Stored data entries
§

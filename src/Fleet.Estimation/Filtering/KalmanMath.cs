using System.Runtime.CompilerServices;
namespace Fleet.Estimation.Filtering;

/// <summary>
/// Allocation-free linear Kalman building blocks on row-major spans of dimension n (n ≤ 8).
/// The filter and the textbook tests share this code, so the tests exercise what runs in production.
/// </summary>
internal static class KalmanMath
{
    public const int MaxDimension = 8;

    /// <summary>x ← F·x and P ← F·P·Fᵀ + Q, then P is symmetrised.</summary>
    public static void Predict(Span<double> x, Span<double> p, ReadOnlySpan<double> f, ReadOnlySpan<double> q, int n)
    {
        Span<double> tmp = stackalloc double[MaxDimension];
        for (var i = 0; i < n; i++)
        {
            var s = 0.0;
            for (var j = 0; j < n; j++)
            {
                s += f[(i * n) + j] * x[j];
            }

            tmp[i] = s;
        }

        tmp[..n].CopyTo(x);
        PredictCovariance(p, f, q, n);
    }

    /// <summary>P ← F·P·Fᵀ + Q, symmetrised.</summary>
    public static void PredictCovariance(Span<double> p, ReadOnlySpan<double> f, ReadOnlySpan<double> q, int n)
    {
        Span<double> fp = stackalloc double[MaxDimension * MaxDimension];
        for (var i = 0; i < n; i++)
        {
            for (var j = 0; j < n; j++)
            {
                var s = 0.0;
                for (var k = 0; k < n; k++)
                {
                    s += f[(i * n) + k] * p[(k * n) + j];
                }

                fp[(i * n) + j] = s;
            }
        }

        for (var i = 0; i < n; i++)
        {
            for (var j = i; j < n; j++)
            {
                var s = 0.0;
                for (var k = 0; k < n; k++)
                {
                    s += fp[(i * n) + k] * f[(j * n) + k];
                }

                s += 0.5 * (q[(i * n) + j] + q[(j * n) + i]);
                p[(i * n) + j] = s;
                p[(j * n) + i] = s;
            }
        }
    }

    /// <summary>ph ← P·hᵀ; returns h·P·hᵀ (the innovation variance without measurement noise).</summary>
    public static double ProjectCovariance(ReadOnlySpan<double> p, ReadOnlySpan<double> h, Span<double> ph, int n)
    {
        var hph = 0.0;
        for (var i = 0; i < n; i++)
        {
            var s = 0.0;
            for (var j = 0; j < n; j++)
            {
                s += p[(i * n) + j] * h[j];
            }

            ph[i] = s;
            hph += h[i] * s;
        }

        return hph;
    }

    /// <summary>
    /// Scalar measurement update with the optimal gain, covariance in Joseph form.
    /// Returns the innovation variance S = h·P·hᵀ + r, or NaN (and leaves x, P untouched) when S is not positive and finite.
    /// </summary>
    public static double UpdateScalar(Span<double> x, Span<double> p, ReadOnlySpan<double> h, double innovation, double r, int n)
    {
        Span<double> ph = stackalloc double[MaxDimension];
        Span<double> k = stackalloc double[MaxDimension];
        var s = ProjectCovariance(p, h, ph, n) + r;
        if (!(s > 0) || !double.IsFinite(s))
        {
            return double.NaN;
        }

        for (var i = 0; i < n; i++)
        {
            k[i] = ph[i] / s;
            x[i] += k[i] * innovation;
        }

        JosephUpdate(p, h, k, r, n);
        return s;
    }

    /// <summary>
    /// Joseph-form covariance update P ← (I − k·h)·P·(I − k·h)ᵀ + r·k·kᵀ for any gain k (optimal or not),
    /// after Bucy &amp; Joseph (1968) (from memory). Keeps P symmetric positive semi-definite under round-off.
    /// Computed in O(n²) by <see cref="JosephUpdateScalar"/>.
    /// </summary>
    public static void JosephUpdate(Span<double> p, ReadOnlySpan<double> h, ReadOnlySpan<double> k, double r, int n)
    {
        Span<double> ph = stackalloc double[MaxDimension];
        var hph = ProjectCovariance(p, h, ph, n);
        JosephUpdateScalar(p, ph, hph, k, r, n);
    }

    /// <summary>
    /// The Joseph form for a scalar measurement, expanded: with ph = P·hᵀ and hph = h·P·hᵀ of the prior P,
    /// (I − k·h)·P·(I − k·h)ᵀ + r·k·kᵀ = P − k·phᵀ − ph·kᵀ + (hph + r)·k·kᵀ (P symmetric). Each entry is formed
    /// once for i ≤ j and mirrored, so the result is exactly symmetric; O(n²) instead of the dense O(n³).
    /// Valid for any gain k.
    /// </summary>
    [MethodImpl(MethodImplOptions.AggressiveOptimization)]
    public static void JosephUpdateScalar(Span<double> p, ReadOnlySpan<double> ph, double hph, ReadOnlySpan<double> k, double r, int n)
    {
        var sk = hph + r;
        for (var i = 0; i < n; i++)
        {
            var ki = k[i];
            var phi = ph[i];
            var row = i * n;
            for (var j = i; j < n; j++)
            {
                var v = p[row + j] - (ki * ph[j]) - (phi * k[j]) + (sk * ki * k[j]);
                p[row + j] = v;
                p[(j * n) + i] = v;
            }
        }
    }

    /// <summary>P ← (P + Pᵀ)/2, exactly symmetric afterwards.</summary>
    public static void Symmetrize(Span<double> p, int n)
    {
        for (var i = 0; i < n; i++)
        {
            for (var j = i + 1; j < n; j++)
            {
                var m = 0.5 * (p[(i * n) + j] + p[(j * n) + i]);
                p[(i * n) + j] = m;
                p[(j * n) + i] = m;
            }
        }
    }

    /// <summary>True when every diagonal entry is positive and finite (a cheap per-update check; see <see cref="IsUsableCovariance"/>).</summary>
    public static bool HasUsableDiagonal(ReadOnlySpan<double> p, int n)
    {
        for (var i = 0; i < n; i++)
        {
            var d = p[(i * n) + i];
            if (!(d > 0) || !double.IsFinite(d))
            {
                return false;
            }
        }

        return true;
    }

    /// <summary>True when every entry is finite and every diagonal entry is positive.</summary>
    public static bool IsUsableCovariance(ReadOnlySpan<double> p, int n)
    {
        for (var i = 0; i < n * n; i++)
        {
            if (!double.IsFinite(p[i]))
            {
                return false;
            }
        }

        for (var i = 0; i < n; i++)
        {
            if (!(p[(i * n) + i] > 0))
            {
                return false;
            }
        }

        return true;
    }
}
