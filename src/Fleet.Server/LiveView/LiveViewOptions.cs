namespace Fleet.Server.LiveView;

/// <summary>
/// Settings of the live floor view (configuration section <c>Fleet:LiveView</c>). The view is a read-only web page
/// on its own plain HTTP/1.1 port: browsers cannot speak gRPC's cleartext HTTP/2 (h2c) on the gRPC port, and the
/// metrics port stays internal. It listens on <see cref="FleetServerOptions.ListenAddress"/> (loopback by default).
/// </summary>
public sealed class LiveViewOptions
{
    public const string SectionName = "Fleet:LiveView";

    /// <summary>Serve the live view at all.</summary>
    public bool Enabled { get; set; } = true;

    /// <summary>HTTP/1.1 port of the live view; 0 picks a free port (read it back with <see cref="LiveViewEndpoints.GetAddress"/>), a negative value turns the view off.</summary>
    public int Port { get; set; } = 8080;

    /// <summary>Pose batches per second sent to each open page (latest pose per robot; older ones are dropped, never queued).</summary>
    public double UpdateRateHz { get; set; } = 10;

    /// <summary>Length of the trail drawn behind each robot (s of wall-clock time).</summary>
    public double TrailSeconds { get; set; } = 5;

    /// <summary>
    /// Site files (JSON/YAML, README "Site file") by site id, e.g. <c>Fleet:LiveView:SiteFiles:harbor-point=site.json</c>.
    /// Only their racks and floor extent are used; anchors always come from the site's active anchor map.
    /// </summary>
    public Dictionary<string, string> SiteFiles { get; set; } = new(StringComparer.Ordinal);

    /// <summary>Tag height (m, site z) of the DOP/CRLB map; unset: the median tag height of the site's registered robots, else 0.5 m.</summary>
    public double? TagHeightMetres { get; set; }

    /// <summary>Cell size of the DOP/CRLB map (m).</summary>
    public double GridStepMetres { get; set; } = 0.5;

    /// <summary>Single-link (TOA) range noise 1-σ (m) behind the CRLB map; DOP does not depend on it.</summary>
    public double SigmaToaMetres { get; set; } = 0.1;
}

§

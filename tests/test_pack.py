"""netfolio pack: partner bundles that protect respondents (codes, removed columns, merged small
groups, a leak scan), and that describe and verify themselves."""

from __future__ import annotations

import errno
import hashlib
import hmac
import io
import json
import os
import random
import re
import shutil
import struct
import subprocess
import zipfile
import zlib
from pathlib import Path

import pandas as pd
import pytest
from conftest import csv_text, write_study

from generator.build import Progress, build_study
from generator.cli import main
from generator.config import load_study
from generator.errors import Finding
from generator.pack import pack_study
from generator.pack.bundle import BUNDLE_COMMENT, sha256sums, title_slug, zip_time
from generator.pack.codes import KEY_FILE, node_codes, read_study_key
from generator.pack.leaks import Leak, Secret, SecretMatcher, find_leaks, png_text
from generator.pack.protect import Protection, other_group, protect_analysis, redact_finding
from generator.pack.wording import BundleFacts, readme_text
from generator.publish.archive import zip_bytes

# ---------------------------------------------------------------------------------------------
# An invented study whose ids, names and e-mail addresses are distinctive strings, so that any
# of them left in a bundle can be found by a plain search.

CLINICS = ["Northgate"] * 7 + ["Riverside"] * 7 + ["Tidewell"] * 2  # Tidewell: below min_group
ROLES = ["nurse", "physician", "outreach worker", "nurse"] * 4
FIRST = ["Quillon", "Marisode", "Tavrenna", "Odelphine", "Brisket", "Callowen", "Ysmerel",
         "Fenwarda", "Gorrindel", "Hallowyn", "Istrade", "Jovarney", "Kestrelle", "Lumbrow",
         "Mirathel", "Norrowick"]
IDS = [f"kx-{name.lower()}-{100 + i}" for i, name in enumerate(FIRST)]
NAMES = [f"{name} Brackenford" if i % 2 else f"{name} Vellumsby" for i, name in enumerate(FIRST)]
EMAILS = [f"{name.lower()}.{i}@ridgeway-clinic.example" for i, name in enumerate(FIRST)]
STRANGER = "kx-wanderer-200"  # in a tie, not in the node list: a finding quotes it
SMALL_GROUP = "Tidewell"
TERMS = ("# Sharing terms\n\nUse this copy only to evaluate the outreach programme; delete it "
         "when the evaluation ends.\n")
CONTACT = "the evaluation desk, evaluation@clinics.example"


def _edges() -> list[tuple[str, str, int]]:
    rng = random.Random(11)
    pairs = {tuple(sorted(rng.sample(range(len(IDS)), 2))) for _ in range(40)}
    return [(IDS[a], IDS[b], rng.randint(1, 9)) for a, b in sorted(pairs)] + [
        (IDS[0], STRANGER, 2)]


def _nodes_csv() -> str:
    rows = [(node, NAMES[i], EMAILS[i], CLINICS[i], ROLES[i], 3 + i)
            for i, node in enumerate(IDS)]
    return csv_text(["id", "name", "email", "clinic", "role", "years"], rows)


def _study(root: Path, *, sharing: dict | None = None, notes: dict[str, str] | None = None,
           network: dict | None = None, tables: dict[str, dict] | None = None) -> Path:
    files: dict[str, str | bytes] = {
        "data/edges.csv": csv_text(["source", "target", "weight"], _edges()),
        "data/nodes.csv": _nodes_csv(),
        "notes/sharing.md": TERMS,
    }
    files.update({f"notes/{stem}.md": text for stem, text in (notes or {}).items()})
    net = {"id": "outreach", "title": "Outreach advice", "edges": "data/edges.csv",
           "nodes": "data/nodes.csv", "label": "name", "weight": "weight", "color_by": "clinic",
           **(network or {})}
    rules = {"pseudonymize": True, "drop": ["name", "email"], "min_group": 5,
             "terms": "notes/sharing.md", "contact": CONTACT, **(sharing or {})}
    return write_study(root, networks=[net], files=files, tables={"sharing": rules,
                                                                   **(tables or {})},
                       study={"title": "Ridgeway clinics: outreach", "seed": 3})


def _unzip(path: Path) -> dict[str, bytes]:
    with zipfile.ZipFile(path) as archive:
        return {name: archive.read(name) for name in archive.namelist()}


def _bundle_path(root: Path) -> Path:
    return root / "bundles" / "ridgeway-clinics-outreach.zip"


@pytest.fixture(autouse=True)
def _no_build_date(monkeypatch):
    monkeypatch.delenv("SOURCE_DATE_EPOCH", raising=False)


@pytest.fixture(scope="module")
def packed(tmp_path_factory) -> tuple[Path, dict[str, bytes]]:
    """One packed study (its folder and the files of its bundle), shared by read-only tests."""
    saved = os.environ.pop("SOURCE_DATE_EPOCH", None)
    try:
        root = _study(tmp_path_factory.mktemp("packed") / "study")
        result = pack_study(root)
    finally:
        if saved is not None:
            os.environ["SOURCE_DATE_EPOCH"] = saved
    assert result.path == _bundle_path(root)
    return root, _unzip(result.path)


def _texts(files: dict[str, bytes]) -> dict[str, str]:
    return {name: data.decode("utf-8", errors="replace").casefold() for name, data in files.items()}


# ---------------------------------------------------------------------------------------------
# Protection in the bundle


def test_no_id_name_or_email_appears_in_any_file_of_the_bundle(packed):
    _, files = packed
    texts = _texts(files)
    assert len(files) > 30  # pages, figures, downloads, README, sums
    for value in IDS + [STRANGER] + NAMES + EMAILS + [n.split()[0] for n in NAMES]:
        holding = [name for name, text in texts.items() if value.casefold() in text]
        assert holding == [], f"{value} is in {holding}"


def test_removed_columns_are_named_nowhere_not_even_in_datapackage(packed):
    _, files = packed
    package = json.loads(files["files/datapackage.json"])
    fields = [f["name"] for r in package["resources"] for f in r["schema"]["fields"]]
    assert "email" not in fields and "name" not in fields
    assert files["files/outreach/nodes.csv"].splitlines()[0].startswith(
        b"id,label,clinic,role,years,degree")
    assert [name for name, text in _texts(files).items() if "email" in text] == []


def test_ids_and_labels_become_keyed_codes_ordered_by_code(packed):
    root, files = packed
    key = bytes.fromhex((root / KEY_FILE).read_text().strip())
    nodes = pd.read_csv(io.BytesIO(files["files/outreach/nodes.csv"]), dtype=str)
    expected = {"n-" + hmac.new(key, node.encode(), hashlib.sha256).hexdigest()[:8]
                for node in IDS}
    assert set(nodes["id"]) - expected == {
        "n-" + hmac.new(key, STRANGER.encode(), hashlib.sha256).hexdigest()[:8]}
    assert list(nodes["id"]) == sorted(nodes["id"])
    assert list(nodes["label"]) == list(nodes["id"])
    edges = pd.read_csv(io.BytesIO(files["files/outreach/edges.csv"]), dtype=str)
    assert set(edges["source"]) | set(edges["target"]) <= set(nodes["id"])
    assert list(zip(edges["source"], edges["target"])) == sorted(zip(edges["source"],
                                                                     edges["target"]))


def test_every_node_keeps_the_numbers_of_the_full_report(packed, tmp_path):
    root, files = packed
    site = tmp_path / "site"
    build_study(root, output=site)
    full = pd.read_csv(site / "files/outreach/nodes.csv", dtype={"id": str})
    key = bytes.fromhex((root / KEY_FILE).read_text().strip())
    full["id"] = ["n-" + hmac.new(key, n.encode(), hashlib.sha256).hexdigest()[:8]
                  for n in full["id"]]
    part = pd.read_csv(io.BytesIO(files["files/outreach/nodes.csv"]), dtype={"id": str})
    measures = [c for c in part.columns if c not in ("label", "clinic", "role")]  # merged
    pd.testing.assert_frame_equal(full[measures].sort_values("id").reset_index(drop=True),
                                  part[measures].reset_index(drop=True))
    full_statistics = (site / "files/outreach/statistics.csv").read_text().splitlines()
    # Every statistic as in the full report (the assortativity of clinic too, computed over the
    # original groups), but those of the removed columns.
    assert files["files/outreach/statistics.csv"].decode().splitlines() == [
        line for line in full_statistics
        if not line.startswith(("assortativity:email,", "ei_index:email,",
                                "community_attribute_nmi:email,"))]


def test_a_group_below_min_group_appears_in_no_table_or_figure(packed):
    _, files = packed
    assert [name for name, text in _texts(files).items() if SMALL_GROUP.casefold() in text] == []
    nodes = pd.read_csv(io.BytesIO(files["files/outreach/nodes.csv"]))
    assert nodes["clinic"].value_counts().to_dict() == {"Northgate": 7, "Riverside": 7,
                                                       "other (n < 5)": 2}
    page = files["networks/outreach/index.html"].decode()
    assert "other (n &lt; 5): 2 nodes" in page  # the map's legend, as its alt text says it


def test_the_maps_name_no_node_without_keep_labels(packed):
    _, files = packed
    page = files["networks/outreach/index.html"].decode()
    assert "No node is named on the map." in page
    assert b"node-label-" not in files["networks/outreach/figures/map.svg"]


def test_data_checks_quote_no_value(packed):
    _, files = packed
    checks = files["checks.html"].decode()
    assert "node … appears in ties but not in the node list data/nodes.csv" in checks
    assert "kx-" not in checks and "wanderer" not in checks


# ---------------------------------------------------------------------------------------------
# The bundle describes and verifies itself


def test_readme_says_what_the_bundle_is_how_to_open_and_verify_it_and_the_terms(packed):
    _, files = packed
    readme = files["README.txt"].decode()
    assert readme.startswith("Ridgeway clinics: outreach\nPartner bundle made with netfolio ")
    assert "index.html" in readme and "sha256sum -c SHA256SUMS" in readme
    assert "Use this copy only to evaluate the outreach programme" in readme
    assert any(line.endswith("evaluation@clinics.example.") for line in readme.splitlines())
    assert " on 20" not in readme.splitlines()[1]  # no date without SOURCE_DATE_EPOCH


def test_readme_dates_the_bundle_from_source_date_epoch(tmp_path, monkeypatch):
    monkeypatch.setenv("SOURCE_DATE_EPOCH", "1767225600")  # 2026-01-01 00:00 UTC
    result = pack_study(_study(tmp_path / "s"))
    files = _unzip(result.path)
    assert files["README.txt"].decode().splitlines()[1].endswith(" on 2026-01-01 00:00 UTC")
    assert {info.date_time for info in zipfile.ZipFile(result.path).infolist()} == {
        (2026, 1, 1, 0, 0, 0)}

§

__Exercise brief__: Your response should contain each line of the entries above that holds the string "merged".

__Response to the exercise__:
"""netfolio pack: partner bundles that protect respondents (codes, removed columns, merged small
    measures = [c for c in part.columns if c not in ("label", "clinic", "role")]  # merged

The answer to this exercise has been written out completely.